All of the data below is to be written out again exactly.

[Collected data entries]
━━━━━━━━━━━━━━━━━━━━━━━━━━━━━━
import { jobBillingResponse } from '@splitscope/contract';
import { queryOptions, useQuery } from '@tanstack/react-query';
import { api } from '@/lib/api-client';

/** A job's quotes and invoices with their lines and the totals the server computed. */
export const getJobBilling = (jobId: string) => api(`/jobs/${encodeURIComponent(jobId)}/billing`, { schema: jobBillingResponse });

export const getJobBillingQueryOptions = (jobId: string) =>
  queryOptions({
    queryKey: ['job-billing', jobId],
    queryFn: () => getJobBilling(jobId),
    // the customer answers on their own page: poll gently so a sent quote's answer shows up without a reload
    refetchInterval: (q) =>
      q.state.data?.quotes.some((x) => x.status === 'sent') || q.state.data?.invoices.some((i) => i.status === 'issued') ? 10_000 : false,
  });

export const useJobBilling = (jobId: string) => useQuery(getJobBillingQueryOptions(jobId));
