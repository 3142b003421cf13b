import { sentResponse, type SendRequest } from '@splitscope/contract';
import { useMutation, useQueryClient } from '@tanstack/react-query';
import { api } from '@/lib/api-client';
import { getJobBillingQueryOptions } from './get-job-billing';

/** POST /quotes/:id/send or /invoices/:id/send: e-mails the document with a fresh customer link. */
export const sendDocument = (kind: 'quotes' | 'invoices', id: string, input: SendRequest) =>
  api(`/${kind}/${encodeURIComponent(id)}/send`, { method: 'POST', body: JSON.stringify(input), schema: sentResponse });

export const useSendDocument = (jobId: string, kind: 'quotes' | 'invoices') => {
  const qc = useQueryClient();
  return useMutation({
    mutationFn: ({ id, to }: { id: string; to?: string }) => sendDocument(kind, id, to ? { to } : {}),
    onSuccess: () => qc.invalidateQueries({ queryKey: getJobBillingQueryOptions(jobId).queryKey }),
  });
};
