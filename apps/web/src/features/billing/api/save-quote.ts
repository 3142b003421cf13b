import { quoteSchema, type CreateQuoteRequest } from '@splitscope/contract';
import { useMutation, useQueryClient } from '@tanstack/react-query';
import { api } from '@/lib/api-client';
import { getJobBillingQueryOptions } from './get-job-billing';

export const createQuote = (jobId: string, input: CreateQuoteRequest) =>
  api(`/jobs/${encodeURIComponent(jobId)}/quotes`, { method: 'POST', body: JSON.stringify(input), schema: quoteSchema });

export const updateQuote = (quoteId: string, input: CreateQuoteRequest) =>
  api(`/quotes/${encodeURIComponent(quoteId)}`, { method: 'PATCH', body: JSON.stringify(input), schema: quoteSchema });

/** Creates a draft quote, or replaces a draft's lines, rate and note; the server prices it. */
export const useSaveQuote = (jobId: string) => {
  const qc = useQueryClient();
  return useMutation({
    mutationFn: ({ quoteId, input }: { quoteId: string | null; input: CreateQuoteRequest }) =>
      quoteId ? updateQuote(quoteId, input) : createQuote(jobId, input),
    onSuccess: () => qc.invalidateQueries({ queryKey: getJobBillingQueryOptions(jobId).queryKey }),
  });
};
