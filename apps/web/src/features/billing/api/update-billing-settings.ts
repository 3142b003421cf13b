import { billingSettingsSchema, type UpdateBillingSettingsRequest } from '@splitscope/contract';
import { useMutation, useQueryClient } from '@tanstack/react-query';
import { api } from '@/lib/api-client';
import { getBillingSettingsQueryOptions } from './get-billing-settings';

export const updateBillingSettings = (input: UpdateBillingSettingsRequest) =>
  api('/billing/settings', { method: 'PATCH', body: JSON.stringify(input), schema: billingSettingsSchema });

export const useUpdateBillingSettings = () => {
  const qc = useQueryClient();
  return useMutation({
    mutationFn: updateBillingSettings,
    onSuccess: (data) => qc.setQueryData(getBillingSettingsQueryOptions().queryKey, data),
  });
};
━━━━━━━━━━━━━━━━━━━━━━━━━━━━━━
**Solution below**
import { jobBillingResponse } from '@splitscope/contract';
import { queryOptions, useQuery } from '@tanstack/react-query';
import { api } from '@/lib/api-client';

/** A job's quotes and invoices with their lines and the totals the server computed. */
export const getJobBilling = (jobId: string) => api(`/jobs/${encodeURIComponent(jobId)}/billing`, { schema: jobBillingResponse });

export const getJobBillingQueryOptions = (jobId: string) =>
  queryOptions({
    queryKey: ['job-billing', jobId],
    queryFn: () => getJobBilling(jobId),
    // the customer answers on their own page: poll gently so a sent quote's answer shows up without a reload
    refetchInterval: (q) =>
      q.state.data?.quotes.some((x) => x.status === 'sent') || q.state.data?.invoices.some((i) => i.status === 'issued') ? 10_000 : false,
  });

export const useJobBilling = (jobId: string) => useQuery(getJobBillingQueryOptions(jobId));
repository 3142b003421cf13b
import { sentResponse, type SendRequest } from '@splitscope/contract';
import { useMutation, useQueryClient } from '@tanstack/react-query';
import { api } from '@/lib/api-client';
import { getJobBillingQueryOptions } from './get-job-billing';

/** POST /quotes/:id/send or /invoices/:id/send: e-mails the document with a fresh customer link. */
export const sendDocument = (kind: 'quotes' | 'invoices', id: string, input: SendRequest) =>
  api(`/${kind}/${encodeURIComponent(id)}/send`, { method: 'POST', body: JSON.stringify(input), schema: sentResponse });

export const useSendDocument = (jobId: string, kind: 'quotes' | 'invoices') => {
  const qc = useQueryClient();
  return useMutation({
    mutationFn: ({ id, to }: { id: string; to?: string }) => sendDocument(kind, id, to ? { to } : {}),
    onSuccess: () => qc.invalidateQueries({ queryKey: getJobBillingQueryOptions(jobId).queryKey }),
  });
};
filename apps/web/src/features/billing/api/save-quote.ts
repository 3142b003421cf13b
import { quoteSchema, type CreateQuoteRequest } from '@splitscope/contract';
import { useMutation, useQueryClient } from '@tanstack/react-query';
import { api } from '@/lib/api-client';
import { getJobBillingQueryOptions } from './get-job-billing';

export const createQuote = (jobId: string, input: CreateQuoteRequest) =>
  api(`/jobs/${encodeURIComponent(jobId)}/quotes`, { method: 'POST', body: JSON.stringify(input), schema: quoteSchema });

export const updateQuote = (quoteId: string, input: CreateQuoteRequest) =>
  api(`/quotes/${encodeURIComponent(quoteId)}`, { method: 'PATCH', body: JSON.stringify(input), schema: quoteSchema });

/** Creates a draft quote, or replaces a draft's lines, rate and note; the server prices it. */
export const useSaveQuote = (jobId: string) => {
  const qc = useQueryClient();
  return useMutation({
    mutationFn: ({ quoteId, input }: { quoteId: string | null; input: CreateQuoteRequest }) =>
      quoteId ? updateQuote(quoteId, input) : createQuote(jobId, input),
    onSuccess: () => qc.invalidateQueries({ queryKey: getJobBillingQueryOptions(jobId).queryKey }),
  });
};
filename apps/web/src/features/billing/api/update-billing-settings.ts
repository 3142b003421cf13b
import { billingSettingsSchema, type UpdateBillingSettingsRequest } from '@splitscope/contract';
import { useMutation, useQueryClient } from '@tanstack/react-query';
import { api } from '@/lib/api-client';
import { getBillingSettingsQueryOptions } from './get-billing-settings';

export const updateBillingSettings = (input: UpdateBillingSettingsRequest) =>
  api('/billing/settings', { method: 'PATCH', body: JSON.stringify(input), schema: billingSettingsSchema });

export const useUpdateBillingSettings = () => {
  const qc = useQueryClient();
  return useMutation({
    mutationFn: updateBillingSettings,
    onSuccess: (data) => qc.setQueryData(getBillingSettingsQueryOptions().queryKey, data),
  });
};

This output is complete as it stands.